Closed form of finite Euler sum $\sum_{k=1}^n \frac{ H_{k}}{(2k+1)}$

Recently (Finite sums of products of harmonic numbers like $\sum_{k=1}^n H_{k} H_{2k}$) I came across this finite Euler sum

$$p_{2}(n) = \sum_{k=1}^n \frac{H_{k}}{2k+1}\tag{1}$$

and I wonder if it has a closed form.

Closed form means in this context expressible terms in harmonic numbers, similar to the relation

$$\sum_{k=1}^n H_{k} = (n+1)H_{n}-n\tag{2}$$

The contrary would be that $p_{2}(n)$ is irreducible, or that it belongs to class of irreducible sums.

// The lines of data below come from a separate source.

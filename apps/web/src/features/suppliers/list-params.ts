import { catalogItemSortFields, supplierSortFields } from '@lotwise/shared';
import { useListSearchParams } from '../../lib/list-search-params';
import type { CatalogListParams, SupplierListParams } from './api';

const supplierSorts = supplierSortFields.flatMap((field) => [`${field}.asc`, `${field}.desc`]);
const catalogSorts = catalogItemSortFields.flatMap((field) => [`${field}.asc`, `${field}.desc`]);
const supplierFilters = ['archived'] as const;
const catalogFilters = ['discontinued'] as const;

const flag = (value: string | undefined) =>
  value === 'true' || value === 'false' ? value : undefined;

/** The suppliers list's table state, read from and written to the URL. */
export function useSupplierListParams() {
  const { params, update, clear } = useListSearchParams({
    defaultSort: 'name.asc',
    sortValues: supplierSorts,
    filterKeys: supplierFilters,
  });
  const query: SupplierListParams = {
    q: params.q,
    sort: params.sort,
    page: params.page,
    pageSize: params.pageSize,
    // In use only, unless the person asks for the archived ones.
    archived: flag(params.filters.archived) ?? 'false',
  };
  return { query, filtered: Boolean(query.q), update, clear };
}

/** A supplier's catalogue table state, read from and written to the URL. */
export function useCatalogListParams(supplierId: number) {
  const { params, update, clear } = useListSearchParams({
    defaultSort: 'chemical.asc',
    sortValues: catalogSorts,
    filterKeys: catalogFilters,
  });
  const query: CatalogListParams = {
    q: params.q,
    sort: params.sort,
    page: params.page,
    pageSize: params.pageSize,
    supplierId,
    discontinued: flag(params.filters.discontinued),
  };
  return { query, filtered: Boolean(query.q || query.discontinued), update, clear };
}
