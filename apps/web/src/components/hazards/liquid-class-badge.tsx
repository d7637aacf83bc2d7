import { isClassI, type LiquidClass } from '@lotwise/chem';
import { liquidClassCitation, liquidClassLabels, liquidClassMeanings } from '@lotwise/shared';
import { Flame } from 'lucide-react';
import { Badge } from '../ui/badge';

/**
 * The NFPA 30 class of a liquid as a small badge ("Class IB"), its meaning in the title and
 * for screen readers. Shown wherever a flammable or combustible liquid appears; nothing for
 * a chemical without a class.
 */
export function LiquidClassBadge({ liquidClass }: { liquidClass: LiquidClass | null | undefined }) {
  if (!liquidClass) return null;
  const meaning = `${liquidClassLabels[liquidClass]}: ${liquidClassMeanings[liquidClass]} (${liquidClassCitation})`;
  return (
    <span title={meaning}>
      <Badge tone={isClassI(liquidClass) ? 'warn' : 'neutral'} icon={<Flame aria-hidden="true" />}>
        Class {liquidClass}
        <span className="sr-only">: {meaning}</span>
      </Badge>
    </span>
  );
}
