/** A re-capitalized formula that parses ("nacl" -> "NaCl"), or undefined. */
function suggestCapitals(formula: string): string | undefined {
  let failed = false;
  const recased = formula.replace(/[A-Za-z]+/g, (run) => {
    if (/^(aq|s|l|g)$/.test(run)) return run;
    const fixed = recaseRun(run);
    if (fixed === null) failed = true;
    return fixed ?? run;
  });
  if (failed || recased === formula) return undefined;
  try {
    return parseStrict(recased).normalized;
  } catch {
    return undefined;
  }
}

/**
 * Parse a chemical formula into its element composition.
 *
 * Accepts element symbols of the whole periodic table (and D for deuterium), counts,
 * nested (), [] and {} groups with counts, hydrate and adduct parts joined by "·", ".", "*",
 * "•" (e.g. "CuSO4·5H2O", "CuSO4 . 5H2O", "CaSO4·0.5H2O"), a leading multiplier on a
 * hydrate or adduct part, subscript digits (H₂O), whitespace between tokens, and a trailing
 * state label "(s)", "(l)", "(g)" or "(aq)", which is ignored. Two readings are refused
 * rather than guessed: a "." between two digits ("C1.5H3", "CuSO4.5H2O": a decimal count or
 * a hydrate dot?) and a leading number on a formula without other parts ("2H2O": a
 * chemical's formula is one formula unit).
 *
 * @throws ChemError with a 1-based `position`: `empty_formula`, `unknown_element`
 *   (`unknown element "Xx" at position 5`), `lowercase_element` (with a `suggestion`
 *   such as "NaCl" for "nacl"), `unbalanced_parenthesis`, `empty_group`, `empty_part`,
 *   `zero_count`, `invalid_count`, `decimal_count`, `leading_multiplier`,
 *   `unexpected_character`.
 */
export function parseFormula(formula: string): ParsedFormula {
  try {
    return parseStrict(formula);
  } catch (error) {
    if (
      error instanceof ChemError &&
      (error.code === 'lowercase_element' || error.code === 'unknown_element')
    ) {
      const suggestion = suggestCapitals(formula);
      if (suggestion !== undefined) {
        throw new ChemError(error.code, `${error.message}; did you mean "${suggestion}"?`, {
          ...(error.position !== undefined ? { position: error.position } : {}),
          suggestion,
        });
      }
    }
    throw error;
  }
}

/**
 * The one form a formula is stored in: ASCII digits, no spaces, counts of 1 left out, hydrate
 * and adduct parts joined by "·", and a trailing state label kept as "(aq)". "CuSO₄ . 5H₂O",
 * "CuSO4*5H2O" and "CuSO4 · 5 H2O" all become "CuSO4·5H2O"; "HCl (aq)" becomes "HCl(aq)".
 *
 * @throws ChemError as {@link parseFormula}
 */
export function canonicalFormula(formula: string): string {
  const parsed = parseFormula(formula);
  return parsed.state === undefined ? parsed.normalized : `${parsed.normalized}(${parsed.state})`;
}

/** {@link parseFormula} as a {@link Result} instead of a throw. */
export function tryParseFormula(formula: string): Result<ParsedFormula> {
  return toResult(() => parseFormula(formula));
}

Writing $H_{k}=\sum_{i=1}^k 1/i$ and interchanging the order of summation we get the relation

$$\sum_{k=1}^n \frac{H_{k}}{2k+1}=\frac{1}{2} H_n H_{n+\frac{1}{2}}-\frac{1}{2}\sum_{k=1}^{n}\frac{H_{k-\frac{1}{2}}}{k}\tag{3}$$

This leads us to define

$$p_{3}(n) = \sum_{k=1}^{n}\frac{H_{k-\frac{1}{2}}}{k}\tag{4}$$

and the question of a closed form has shifted to another sum.

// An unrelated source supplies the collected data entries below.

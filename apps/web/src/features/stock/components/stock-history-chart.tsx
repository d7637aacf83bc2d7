import {
  Area,
  AreaChart,
  CartesianGrid,
  ResponsiveContainer,
  Tooltip,
  XAxis,
  YAxis,
} from 'recharts';
import type { StockHistory } from '@lotwise/shared';
import { formatAmount, formatDate } from '../../../lib/format';

/**
 * The chart itself; loaded on its own so the charting library stays out of the first
 * download. Decorative for assistive tech: the caption, summary and table say the same.
 */
export default function StockHistoryChart({ history }: { history: StockHistory }) {
  // A time axis, so a quiet month takes as much room as a busy one.
  const data = history.points.map((point) => ({ ...point, time: Date.parse(point.date) }));
  return (
    <div aria-hidden="true" className="h-64 w-full">
      <ResponsiveContainer width="100%" height="100%">
        {/* hidden from assistive tech, so no keyboard stop either: the table beside it has the data */}
        <AreaChart
          data={data}
          margin={{ top: 8, right: 16, bottom: 0, left: 8 }}
          accessibilityLayer={false}
        >
          <CartesianGrid stroke="var(--color-ink-200)" vertical={false} />
          <XAxis
            dataKey="time"
            type="number"
            scale="time"
            domain={['dataMin', 'dataMax']}
            tickFormatter={(time: number) => formatDate(new Date(time))}
            tick={{ fontSize: 12, fill: 'var(--color-ink-600)' }}
            minTickGap={40}
          />
          <YAxis
            tickFormatter={(value: number) => formatAmount(value, history.unit)}
            tick={{ fontSize: 12, fill: 'var(--color-ink-600)' }}
            width={80}
          />
          <Tooltip
            formatter={(value) => [formatAmount(Number(value), history.unit), 'Held']}
            labelFormatter={(time) => formatDate(new Date(Number(time)))}
          />
          <Area
            type="stepAfter"
            dataKey="total"
            stroke="var(--color-accent-600)"
            fill="var(--color-accent-100)"
            strokeWidth={2}
            isAnimationActive={false}
          />
        </AreaChart>
      </ResponsiveContainer>
    </div>
  );
}
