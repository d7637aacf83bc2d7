import type { ReactNode } from 'react';
import { Link } from 'react-router';
import { Download, FileUp, PackagePlus } from 'lucide-react';
import { buttonClasses } from '../../../components/ui/button';
import { useCan } from '../../../lib/auth';
import { paths } from '../../../config/paths';

/** A page title with its actions on the right (wrapping under it on narrow screens). */
export function PageHeader({
  title,
  children,
  actions,
}: {
  title: string;
  children?: ReactNode;
  actions?: ReactNode;
}) {
  return (
    <header className="flex flex-wrap items-start justify-between gap-3">
      <div className="max-w-3xl">
        <h1 className="text-xl font-semibold text-ink-900">{title}</h1>
        {children && <p className="text-sm text-ink-600">{children}</p>}
      </div>
      {actions && <div className="flex flex-wrap items-center gap-2">{actions}</div>}
    </header>
  );
}

/** "Receive stock" and "Import CSV", for roles that may add stock. */
export function AddStockLinks() {
  const mayWrite = useCan('stock.write');
  if (!mayWrite) return null;
  return (
    <>
      <Link to={paths.stockImport} className={buttonClasses('secondary')}>
        <FileUp aria-hidden="true" className="size-4" />
        Import CSV
      </Link>
      <Link to={paths.stockReceive} className={buttonClasses('primary')}>
        <PackagePlus aria-hidden="true" className="size-4" />
        Receive stock
      </Link>
    </>
  );
}

/**
 * Downloads of what the list shows (its filters, every page), with the one thing a person
 * opening the file in a spreadsheet should know.
 */
export function CsvDownloads({ links }: { links: { href: string; label: string }[] }) {
  return (
    <div className="flex flex-wrap items-center gap-x-3 gap-y-1.5">
      {links.map((link) => (
        <a key={link.href} href={link.href} download className={buttonClasses('secondary', 'sm')}>
          <Download aria-hidden="true" className="size-4" />
          {link.label}
        </a>
      ))}
      <p className="text-xs text-ink-600">
        As filtered here, all pages. Cells starting with =, +, − or @ are saved with a leading
        apostrophe, so a spreadsheet shows them as text and never runs them as formulas.
      </p>
    </div>
  );
}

Lets simplify the sum first: \begin{align} \sum_{k=1}^n\frac{H_k}{2k+1}=\sum_{k=0}^n\frac{H_k}{2k+1}=\sum_{k=1}^{n+1}\frac{H_{k-1}}{2k-1}=\color{blue}{\sum_{k=1}^n\frac{H_{k-1}}{2k-1}}+\frac{H_n}{2n+1}\tag{1} \end{align} Now apply Abel's summation to the blue sum:

$\displaystyle\sum_{k=1}^n a_k b_k=A_nb_{n+1}+\sum_{k=1}^{n}A_k\left(b_k-b_{k+1}\right)\ $ where $\ \displaystyle A_n=\sum_{i=1}^n a_i\ $

and by letting let $\ \displaystyle a_k=\frac{1}{2k-1}\ $ , $\ \displaystyle b_k=H_{k-1}$, we get \begin{align} \sum_{k=1}^n\frac{H_{k-1}}{2k-1}&=\left(\sum_{i=1}^n\frac1{2i-1}\right)H_n+\sum_{k=1}^n\left(\sum_{i=1}^k\frac1{2i-1}\right)\left(H_{k-1}-H_k\right)\\ &=\left(H_{2n}-\frac12H_n\right)H_n+\sum_{k=1}^n\left(H_{2k}-\frac12H_k\right)\left(-\frac1k\right)\\ &=H_nH_{2n}-\frac12H_n^2-\sum_{k=1}^n\frac{H_{2k}}{k}+\frac12\sum_{k=1}^n\frac{H_k}{k}\\ &=H_nH_{2n}-\frac12H_n^2-\sum_{k=1}^n\frac{H_{2k}}{k}+\frac12\left(\frac12H_n^2+\frac12H_n^{(2)}\right)\\ &=H_nH_{2n}-\frac14H_n^2+\frac14H_n^{(2)}-\sum_{k=1}^n\frac{H_{2k}}{k}\tag{2} \end{align}

Plugging $(2)$ in $(1)$, we get

$$\sum_{k=1}^n\frac{H_k}{2k+1}=H_nH_{2n}-\frac14H_n^2+\frac14H_n^{(2)}+\frac{H_n}{2n+1}-\sum_{k=1}^n\frac{H_{2k}}{k}$$

Maybe the last sum has a closed form? I hope you find this approach useful.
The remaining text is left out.